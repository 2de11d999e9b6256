"""A sheet with something in every part that a signature covers, and ways to sign it. Its numbers are worked by hand.

10 V over 1 kΩ and 3 kΩ: 10 × 3/4 = 7.5 V at b, 2.5 mA, 7.5 V × 2.5 mA = 18.75 mW. With k = 2, 2 × 7.5 V = 15 V. 7.9 V is measured and accepted.
"""

from __future__ import annotations

from datetime import date

from calccheck.command.signing import put_signature
from calccheck.model import ROLES, Reading, Settings
from calccheck.read.sheet import read_sheet
from calccheck.signatures import digest_of, signature_line
from calccheck.source import Sheet

SIGNED_ON = date(2026, 11, 20)
SHEET = """---
project: Example
subject: Divider
sheet: EX-1
revision: A
by: QD
date: 2026-11-18
check:
  carry: 0.4 %
---

# Divider

Some words before the circuit.

```circuit
reference g
V1: 10 V, a to g          # supply
R1: 1 kΩ ±5 %, a to b
R2: 3 kΩ, b to g, max 0.5 W
```

The node is at `V_b = 7.5 V` and so `I_R2 = 2.50 mA`.

```working
given k = 2               # gain
Vout = k × V_b = 15.0 V
V_a due to V1 = 10.0 V
P_R2 = 19 mW = 18750 µW
```

|        | total  | with R2 open |
|--------|--------|--------------|
| `V_b`  | 7.50 V | 10.0 V       |

Measured: `V_b = 7.9 V` <!-- calccheck: accept 7.9 V for 7.5 V "measured, log 4" by QD until 2027-03-01 -->.
"""


def read(text: str) -> Reading:
    return read_sheet(Sheet("sheet.md", text), Settings())


def sign_text(text: str, role: str = "originator", name: str = "QD", day: date = SIGNED_ON) -> str:
    """The text with a signature, by the function that the command uses."""
    reading = read(text)
    front = next((b for b in reading.page[:1] if b.kind == "front matter"), None)
    assert role in ROLES
    return put_signature(text, front, role, signature_line(name, day, digest_of(reading)))
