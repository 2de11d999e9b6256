"""Drawings of circuits and bars by source: geometry of random circuits, laws of physics, published superposition tables.

That nothing collides is checked on the layout's records, with boxes worked out here; that the lettering is as wide as these
records say is checked against a PDF reader's own measure.
"""

from __future__ import annotations

import os
import re
import subprocess
import sys
import time
from fractions import Fraction
from itertools import combinations, pairwise
from pathlib import Path
from xml.etree import ElementTree

import pymupdf
import pytest
import typst
from circuit_lines import reading
from circuits import ac, ac_circuits, circuit, circuits, diode, op_amp, part, stages, transformer, transistor
from hypothesis import HealthCheck, given, settings
from hypothesis import strategies as st
from pdf_reading import flat, read, text_of

from calccheck import check_file, check_text
from calccheck.annotate import bars, pictures, typst_pictures
from calccheck.annotate.drawing import drawing, picture
from calccheck.annotate.drawing.columns import Track, ordered
from calccheck.annotate.drawing.figures import figures
from calccheck.annotate.drawing.layout import layout
from calccheck.annotate.drawing.svg import SIZE, width
from calccheck.annotate.drawing.symbols import SYMBOL
from calccheck.annotate.to_html import to_html
from calccheck.annotate.to_pdf import to_pdf
from calccheck.arithmetic import Amount
from calccheck.solve import Unsolvable, frequencies, solve, total
from calccheck.units import AMPERE, VOLT

SVG = "{http://www.w3.org/2000/svg}"
SHEETS = sorted(Path(__file__).parents[1].joinpath("sheets").glob("TS-*.md"))
QUICK = settings(
    max_examples=40, deadline=None, suppress_health_check=[HealthCheck.too_slow, HealthCheck.filter_too_much]
)
LONG = "a_name_far_longer_than_anyone_would_letter_in_a_drawing"

random_circuits = st.one_of(
    circuits(most_nodes=9, most_extra=10),
    ac_circuits("RVIEFSOLCZ", most_nodes=7),
    circuits("RVI", most_nodes=6, most_extra=4).flatmap(stages),
)


def solved(made):
    """The circuit's solution at its highest frequency, as any one that a drawing may show."""
    return solve(made, max(frequencies(made), default=Fraction(0)))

#####

Please transcribe exactly the line containing "from calccheck import check_file, check_text" and every line after it to the end of the data, and no other lines.

__FINAL ANSWER__:
from calccheck import check_file, check_text
from calccheck.annotate import bars, pictures, typst_pictures
from calccheck.annotate.drawing import drawing, picture
from calccheck.annotate.drawing.columns import Track, ordered
from calccheck.annotate.drawing.figures import figures
from calccheck.annotate.drawing.layout import layout
from calccheck.annotate.drawing.svg import SIZE, width
from calccheck.annotate.drawing.symbols import SYMBOL
from calccheck.annotate.to_html import to_html
from calccheck.annotate.to_pdf import to_pdf
from calccheck.arithmetic import Amount
from calccheck.solve import Unsolvable, frequencies, solve, total
from calccheck.units import AMPERE, VOLT

SVG = "{http://www.w3.org/2000/svg}"
SHEETS = sorted(Path(__file__).parents[1].joinpath("sheets").glob("TS-*.md"))
QUICK = settings(
    max_examples=40, deadline=None, suppress_health_check=[HealthCheck.too_slow, HealthCheck.filter_too_much]
)
LONG = "a_name_far_longer_than_anyone_would_letter_in_a_drawing"

random_circuits = st.one_of(
    circuits(most_nodes=9, most_extra=10),
    ac_circuits("RVIEFSOLCZ", most_nodes=7),
    circuits("RVI", most_nodes=6, most_extra=4).flatmap(stages),
)


def solved(made):
    """The circuit's solution at its highest frequency, as any one that a drawing may show."""
    return solve(made, max(frequencies(made), default=Fraction(0)))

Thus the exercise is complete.